Stored items:
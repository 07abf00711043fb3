/**
 * Start-up and input-step transients: the output and coupling-capacitor voltages and the inductor
 * currents against time, with overshoot, peaks and settling time said in words beside the plots.
 * Each analysis fails on its own: a message replaces its plots, the other still shows.
 */
import type { FC } from 'hono/jsx';
import type { TopologyId } from '../../src/engine/types.ts';
import type { SimulationResult } from '../../src/simulate/types.ts';
import { formatSiShort } from '../../src/units/format.ts';
import { type Outcome, SimSection, SimulationMessage } from '../candidate-waves.tsx';
import { type TimeMark, TimePlot } from '../plots/time-plot.tsx';
import { type Duties, transientGroups } from './signal-groups.ts';
import { describeTransient } from './transient-words.ts';

export interface TransientRun {
  analysis: 'startup' | 'step';
  outcome: Outcome<SimulationResult>;
  /** Whether the rail spec names the input step (else the simulator's default step was applied). */
  stepFromSpec?: boolean;
}

const TITLES = { startup: 'Start-up', step: 'Input step' } as const;

function lastOf(values: ArrayLike<number> | undefined): number | undefined {
  return values && values.length > 0 ? values[values.length - 1] : undefined;
}

/** Largest |i| of each inductor over the run, from the metrics (taken before the waveforms were thinned). */
function inductorPeaks(r: SimulationResult): Record<string, number> {
  const out: Record<string, number> = {};
  for (const [name, m] of Object.entries(r.metrics)) {
    if (/^L\d+\.i$/.test(name)) out[name.slice(0, -2)] = Math.max(Math.abs(m.min), Math.abs(m.max));
  }
  return out;
}

/** Wider than the one-period plots: a transient has detail over thousands of periods. */
const TRANSIENT_PLOT_WIDTH = 760;

const TransientBlock: FC<{ run: TransientRun; topology: TopologyId; duties: Duties }> = ({
  run,
  topology,
  duties,
}) => {
  const title = TITLES[run.analysis];
  if (!run.outcome.ok) {
    return (
      <div class="transient" data-analysis={run.analysis} data-state="error">
        <h3>{title}</h3>
        <SimulationMessage message={run.outcome.message} />
      </div>
    );
  }
  const r = run.outcome.value;
  const words = describeTransient({
    analysis: run.analysis,
    topology,
    overshoot: r.overshoot,
    peaks: r.peaks,
    settlingTimeS: r.settlingTimeS,
    finalOutV: lastOf(r.signals['out.v']),
    step: r.step ? { fromV: r.step.fromV, toV: r.step.toV, fromSpec: run.stepFromSpec === true } : undefined,
    settled: r.settled,
    inductorPeaksA: inductorPeaks(r),
  });
  const start = r.step?.atS ?? r.timeS[0] ?? 0;
  const marks: TimeMark[] = [];
  if (r.step) marks.push({ timeS: start, label: 'step' });
  if (r.settlingTimeS !== undefined && Number.isFinite(r.settlingTimeS)) {
    marks.push({
      timeS: start + r.settlingTimeS,
      label: `settled (2 %) ${formatSiShort(r.settlingTimeS, 's', 3)}`,
    });
  }
  const groups = transientGroups(r.signals, duties);
  return (
    <div class="transient" data-analysis={run.analysis} data-state="ready">
      <h3>{title}</h3>
      <div class="transient-body">
        <div class="sim-plots">
          {groups.map((g) => (
            <TimePlot
              caption={`${title}: ${g.title.toLowerCase()}.`}
              timeS={r.timeS}
              traces={g.traces}
              unit={g.unit}
              quantity={g.quantity}
              timeMarks={g.key === 'output' ? marks : []}
              originS={r.step?.atS}
              width={TRANSIENT_PLOT_WIDTH}
            />
          ))}
        </div>
        <div class="transient-words">
          {words.map((w) => (
            <p>{w}</p>
          ))}
        </div>
      </div>
    </div>
  );
};

export const TransientSection: FC<{ runs: TransientRun[]; topology: TopologyId; duties: Duties }> = ({
  runs,
  topology,
  duties,
}) => (
  <SimSection id="transients" ok={runs.every((r) => r.outcome.ok)}>
    <p class="sim-lead">
      Open loop: the duty stays at its steady value for nominal input, so these show the power stage's own
      response. A voltage loop shortens the output's settling, but does little against a coupling-network
      ringing near or above its crossover. Time zero is the start of the run (start-up) or the step.
    </p>
    {runs.map((run) => (
      <TransientBlock run={run} topology={topology} duties={duties} />
    ))}
  </SimSection>
);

- _Task to complete_
List every line above that contains the word "push".

- _Response below_
  if (r.step) marks.push({ timeS: start, label: 'step' });
    marks.push({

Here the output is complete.